___ DATA SUPPLIED ___

"""Types mean what they say: booleans are not numbers, numbers are finite, labels are text, free text and file
names carry no identifier, parse errors never quote the source line; each refusal is one line naming the setting.
"""

from __future__ import annotations

import pytest
import yaml
from support.tiny import tiny_decisions, tiny_protocol_dict

from regimewise.errors import ProtocolError
from regimewise.protocol import load_protocol


def _write(folder, change=None, text=None):
    folder.mkdir(parents=True, exist_ok=True)
    tiny_decisions().to_csv(folder / "decisions.csv", index=False)
    p = tiny_protocol_dict()
    if change is not None:
        change(p)
    path = folder / "protocol.yaml"
    path.write_text(text if text is not None else yaml.safe_dump(p, sort_keys=False), encoding="utf-8")
    return path


def _rule(value):
    return {"name": "r", "forbid": ["up"], "when": [{"state": "bp", "comparison": "above", "value": value}]}


CASES = {
    "replicates yes": (lambda p: p.update(evaluation={"replicates": True}), ("evaluation.replicates", "booleans")),
    "horizon true": (lambda p: p.update(horizon=True), ("horizon", "not numbers")),
    "seed true": (lambda p: p.update(seed=True), ("seed",)),
    "include_step 1": (lambda p: p.update(behaviour_model={"include_step": 1}), ("include_step", "true or false")),
    "rule value nan": (
        lambda p: p.update(constraints={"clinical_rules": [_rule(float("nan"))]}),
        ("clinical_rules[0].when[0].value", "finite number"),
    ),
    "rule value true": (lambda p: p.update(constraints={"clinical_rules": [_rule(True)]}), ("when[0].value",)),
    "plausible range infinite": (
        lambda p: p["states"][0].update(plausible_range=[float("-inf"), float("inf")]),
        ("states[0].plausible_range[0]", "finite number"),
    ),
    "support threshold nan": (
        lambda p: p.update(constraints={"support_threshold": float("nan")}),
        ("support_threshold", "finite number"),
    ),
    "minimum ess infinite": (lambda p: p.update(evaluation={"minimum_ess": float("inf")}), ("minimum_ess",)),
    "action label no": (lambda p: p["actions"][0].update(label=False), ("actions[0].label", "put the text in quotes")),
    "action label 1": (lambda p: p["actions"][1].update(label=1), ("actions[1].label", "quotes")),
    "misspelt lable": (
        lambda p: p["actions"][0].update(lable=p["actions"][0].pop("label")),
        ("actions[0].lable", "did you mean 'label'?"),
    ),
    "e-mail in the title": (
        lambda p: p["study"].update(title="Asked by jane.roe@example.org"),
        ("study.title", "e-mail"),
    ),
    "phone in the question": (lambda p: p["study"].update(question="Call (555) 201-9876"), ("study.question",)),
    "date in a state label": (lambda p: p["states"][0].update(label="BP on 14 March 1950"), ("states[0].label",)),
    "ssn in a rule reason": (
        lambda p: p.update(constraints={"clinical_rules": [{**_rule(5.0), "reason": "see 078-05-1120"}]}),
        ("reason", "direct identifier"),
    ),
    "record number in an action description": (
        lambda p: p["actions"][0].update(description="as MRN 4471203 had"),
        ("actions[0].description",),
    ),
}


SECRETS = ("jane.roe", "201-9876", "1950", "078-05-1120", "4471203")


@pytest.mark.parametrize("name", sorted(CASES))
def test_wrongly_typed_or_identifying_setting_is_refused_in_one_line(tmp_path, name):
    change, expected = CASES[name]
    with pytest.raises(ProtocolError) as err:
        load_protocol(_write(tmp_path, change))
    message = str(err.value)
    assert "\n" not in message
    for text in expected:
        assert text in message, message
    for secret in SECRETS:
        assert secret not in message


def test_yaml_syntax_error_names_the_line_but_never_quotes_it(tmp_path):
    path = _write(tmp_path, text="study:\n  title: 078-05-1120 jane.roe@example.org\n   bad: [\n")
    with pytest.raises(ProtocolError, match=r"not valid YAML \(line 3, column \d+: ") as err:
        load_protocol(path)
    assert "078-05-1120" not in str(err.value) and "jane.roe" not in str(err.value)


def test_absolute_record_path_outside_data_root_is_refused(tmp_path):
    outside = tmp_path / "elsewhere"
    outside.mkdir()
    tiny_decisions().to_csv(outside / "decisions.csv", index=False)
    change = lambda p: p["data"].update(decisions=str(outside / "decisions.csv"), root="inside")  # noqa: E731
    (tmp_path / "study" / "inside").mkdir(parents=True)
    with pytest.raises(ProtocolError, match="leads outside data.root 'inside'"):
        load_protocol(_write(tmp_path / "study", change))


def test_absolute_record_path_inside_data_root_is_accepted(tmp_path):
    folder = tmp_path / "study"
    change = lambda p: p["data"].update(decisions=str(folder / "decisions.csv"))  # noqa: E731
    assert load_protocol(_write(folder, change)).decisions_path == folder / "decisions.csv"


@pytest.mark.parametrize("name", ["jane.roe@example.org.csv", "078-05-1120.csv", "MRN4471203.csv"])
def test_records_file_named_like_an_identifier_is_refused_without_its_name(tmp_path, name):
    with pytest.raises(ProtocolError, match="the file name looks like a direct identifier") as err:
        load_protocol(_write(tmp_path, lambda p: p["data"].update(decisions=name)))
    assert name not in str(err.value) and name.split(".")[0] not in str(err.value)


def test_records_file_named_with_an_extract_date_is_accepted(tmp_path):
    folder = tmp_path / "study"
    folder.mkdir()
    tiny_decisions().to_csv(folder / "decisions_2024-06-30.csv", index=False)
    path = _write(folder, lambda p: p["data"].update(decisions="decisions_2024-06-30.csv"))
    assert load_protocol(path).decisions_path.name == "decisions_2024-06-30.csv"


def test_protocol_file_that_is_a_directory_or_unreadable(tmp_path, monkeypatch):
    with pytest.raises(ProtocolError, match="is a directory"):
        load_protocol(tmp_path)
    path = _write(tmp_path / "study")

    def refuse(self):
        raise PermissionError(13, "Permission denied")

    monkeypatch.setattr(type(path), "read_bytes", refuse)  # root may read any file, so the refusal is simulated
    with pytest.raises(ProtocolError, match="cannot be read: permission denied"):
        load_protocol(path)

___

- [REQUIRED WORK]:
In the data above, which lines include "mean"? Return those lines.

- [SOLUTION TO THIS TASK]:
"""Types mean what they say: booleans are not numbers, numbers are finite, labels are text, free text and file
        ("actions[0].lable", "did you mean 'label'?"),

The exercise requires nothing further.